[Start of section]

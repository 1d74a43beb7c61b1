package agreement

import (
	"errors"
	"fmt"
	"math"
)

// Category numbers what a call can be: 0 … categories−1, in the order the
// caller chose. It is a byte, so that ten million calls take ten megabytes.
type Category = uint8

// Missing stands where no call was made, and where a part has no reference.
const Missing Category = 255

// MaxCategories is the largest number of categories that Ratings can hold.
const MaxCategories = 254

// maxCells bounds the dense table. A study beyond it is not large but sparse:
// nearly every cell would be Missing.
const maxCells = math.MaxInt32

// Ratings holds the calls of one study densely: a row for each part and, in
// it, a column for each trial of each appraiser, appraiser by appraiser.
// Appraisers may have different numbers of trials and any call may be
// Missing. Parts, appraisers, trials and categories are numbered from 0; a
// number out of range panics, as an index does. New makes them; the zero value
// is no study.
type Ratings struct {
	parts      int
	categories int
	first      []int // first[a] is appraiser a's first column; the last entry is the number of columns
	calls      []Category
	reference  []Category // nil: the study has none
	accept     []bool     // nil: the categories are not split into accept and reject
	numbers    [][]int    // of each appraiser's trials; nil: counted from 0
}

// New returns Ratings in which every call is Missing, for so many parts and
// categories and, for each appraiser, the number of trials given. It returns
// an error if a number is out of range or the table would be larger than
// 2³¹−1 cells.
func New(parts, categories int, trials []int) (*Ratings, error) {
	if parts < 0 {
		return nil, fmt.Errorf("agreement: %d parts", parts)
	}
	if categories < 1 || categories > MaxCategories {
		return nil, fmt.Errorf("agreement: %d categories, want 1 to %d", categories, MaxCategories)
	}
	r := &Ratings{parts: parts, categories: categories, first: make([]int, len(trials)+1)}
	for a, n := range trials {
		if n < 1 {
			return nil, fmt.Errorf("agreement: appraiser %d has %d trials, want 1 or more", a, n)
		}
		if n > maxCells-r.first[a] {
			return nil, fmt.Errorf("agreement: the trials of appraisers 0 to %d are more than %d together", a, maxCells)
		}
		r.first[a+1] = r.first[a] + n
	}
	cells := float64(parts) * float64(r.columns())
	if cells > maxCells {
		return nil, fmt.Errorf("agreement: %d parts × %d trials of all appraisers make %.3g cells, more than %d", parts, r.columns(), cells, maxCells)
	}
	r.calls = make([]Category, int(cells))
	for i := range r.calls {
		r.calls[i] = Missing
	}
	return r, nil
}

// Parts returns the number of parts.
func (r *Ratings) Parts() int { return r.parts }

// Appraisers returns the number of appraisers.
func (r *Ratings) Appraisers() int { return max(0, len(r.first)-1) }

// Categories returns the number of categories, used or not.
func (r *Ratings) Categories() int { return r.categories }

// Trials returns the number of trials of one appraiser.
func (r *Ratings) Trials(appraiser int) int { return r.first[appraiser+1] - r.first[appraiser] }

func (r *Ratings) columns() int { return r.first[len(r.first)-1] }

// Row returns the calls on one part, shared with r: all trials of the first
// appraiser, then of the second, and so on. Writing to it sets calls.
func (r *Ratings) Row(part int) []Category {
	n := r.columns()
	return r.calls[part*n : (part+1)*n : (part+1)*n]
}

// Column returns where in a Row the call of one appraiser in one trial stands.
func (r *Ratings) Column(appraiser, trial int) int {
	if n := r.Trials(appraiser); uint(trial) >= uint(n) {
		panic(fmt.Sprintf("agreement: trial %d of appraiser %d, who has %d", trial, appraiser, n))
	}
	return r.first[appraiser] + trial
}

// Calls returns the calls of one appraiser on one part, a trial each, shared
// with r. Appending to them copies.
func (r *Ratings) Calls(part, appraiser int) []Category { return r.CallsIn(r.Row(part), appraiser) }

// CallsIn returns the calls of one appraiser in a Row, shared with it.
// Appending to them copies.
func (r *Ratings) CallsIn(row []Category, appraiser int) []Category {
	from, to := r.first[appraiser], r.first[appraiser+1]
	return row[from:to:to]
}

// SetReference gives each part the category that it truly belongs to, or
// Missing. The slice, one entry a part, is kept. It returns an error if there
// are more or fewer, or if an entry is no category.
func (r *Ratings) SetReference(reference []Category) error {
	if len(reference) != r.parts {
		return fmt.Errorf("agreement: %d references for %d parts", len(reference), r.parts)
	}
	if err := r.checkReference(reference); err != nil {
		return err
	}
	r.reference = reference
	return nil
}

// HasReference reports whether a reference was set.
func (r *Ratings) HasReference() bool { return r.reference != nil }

// Reference returns the category that a part truly belongs to, or Missing.
func (r *Ratings) Reference(part int) Category {
	if r.reference == nil {
		if uint(part) >= uint(r.parts) {
			panic(fmt.Sprintf("agreement: part %d of %d", part, r.parts))
		}
		return Missing
	}
	return r.reference[part]
}

// SetAccept splits the categories into those of a part that may be used
// (true) and of one that may not (false). Without it there are no bad parts
// and no good ones, hence no miss and no false alarm. The slice, one entry a
// category, is kept. It returns an error if there are more or fewer.
func (r *Ratings) SetAccept(accept []bool) error {
	if len(accept) != r.categories {
		return fmt.Errorf("agreement: accept has %d entries for %d categories", len(accept), r.categories)
	}
	r.accept = accept
	return nil
}

// SetTrialNumbers gives the trials of each appraiser their numbers, for
// studies in which appraisers took part in different trials: trials of the
// same number are then matched (Options.Pairing). Without it the first trial
// of each appraiser is matched, the second, and so on. It wants as many
// numbers for each appraiser as trials, no number twice; the slices are kept.
func (r *Ratings) SetTrialNumbers(numbers [][]int) error {
	if len(numbers) != r.Appraisers() {
		return fmt.Errorf("agreement: trial numbers of %d appraisers, want %d", len(numbers), r.Appraisers())
	}
	for a, own := range numbers {
		if len(own) != r.Trials(a) {
			return fmt.Errorf("agreement: appraiser %d has %d trials and %d trial numbers", a, r.Trials(a), len(own))
		}
		seen := make(map[int]bool, len(own))
		for _, n := range own {
			if seen[n] {
				return fmt.Errorf("agreement: appraiser %d has trial number %d twice", a, n)
			}
			seen[n] = true
		}
	}
	r.numbers = numbers
	return nil
}

// trialNumber returns the number of a trial.
func (r *Ratings) trialNumber(appraiser, trial int) int {
	if r.numbers == nil {
		return trial
	}
	return r.numbers[appraiser][trial]
}

// HasAccept reports whether the categories are split into accept and reject.
func (r *Ratings) HasAccept() bool { return r.accept != nil }

// Accepts reports whether a category is one of a part that may be used.
func (r *Ratings) Accepts(c Category) bool { return r.accept != nil && c != Missing && r.accept[c] }

// Count returns the number of calls made and of cells left Missing.
func (r *Ratings) Count() (made, missing int) {
	for _, c := range r.calls {
		if c == Missing {
			missing++
		}
	}
	return len(r.calls) - missing, missing
}

// unknown returns where the first entry stands that is no category, and -1 if
// there is none.
func (r *Ratings) unknown(calls []Category) int {
	for i, c := range calls {
		if int(c) >= r.categories && c != Missing {
			return i
		}
	}
	return -1
}

func (r *Ratings) checkReference(reference []Category) error {
	if part := r.unknown(reference); part >= 0 {
		return fmt.Errorf("agreement: the reference of part %d is %s", part, r.noCategory(reference[part]))
	}
	return nil
}

func (r *Ratings) noCategory(c Category) string {
	return fmt.Sprintf("%d, no category of the study: want 0 to %d, or Missing", c, r.categories-1)
}

var errNoRatings = errors.New("agreement: there are no ratings: make them with New")

// validate checks what Row and the slices that are kept let a caller break.
func (r *Ratings) validate() error {
	if r == nil || r.first == nil {
		return errNoRatings
	}
	if cell := r.unknown(r.calls); cell >= 0 {
		part, column := cell/r.columns(), cell%r.columns()
		appraiser := 0
		for column >= r.first[appraiser+1] {
			appraiser++
		}
		return fmt.Errorf("agreement: the call of appraiser %d in trial %d on part %d is %s",
			appraiser, column-r.first[appraiser], part, r.noCategory(r.calls[cell]))
	}
	return r.checkReference(r.reference)
}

[End of section]

Description of the task: Output should match, line for line, the stretch of the material above from the line holding "const MaxCategories = 254" through the line holding "counted from 0".

Response to this exercise:
const MaxCategories = 254

// maxCells bounds the dense table. A study beyond it is not large but sparse:
// nearly every cell would be Missing.
const maxCells = math.MaxInt32

// Ratings holds the calls of one study densely: a row for each part and, in
// it, a column for each trial of each appraiser, appraiser by appraiser.
// Appraisers may have different numbers of trials and any call may be
// Missing. Parts, appraisers, trials and categories are numbered from 0; a
// number out of range panics, as an index does. New makes them; the zero value
// is no study.
type Ratings struct {
	parts      int
	categories int
	first      []int // first[a] is appraiser a's first column; the last entry is the number of columns
	calls      []Category
	reference  []Category // nil: the study has none
	accept     []bool     // nil: the categories are not split into accept and reject
	numbers    [][]int    // of each appraiser's trials; nil: counted from 0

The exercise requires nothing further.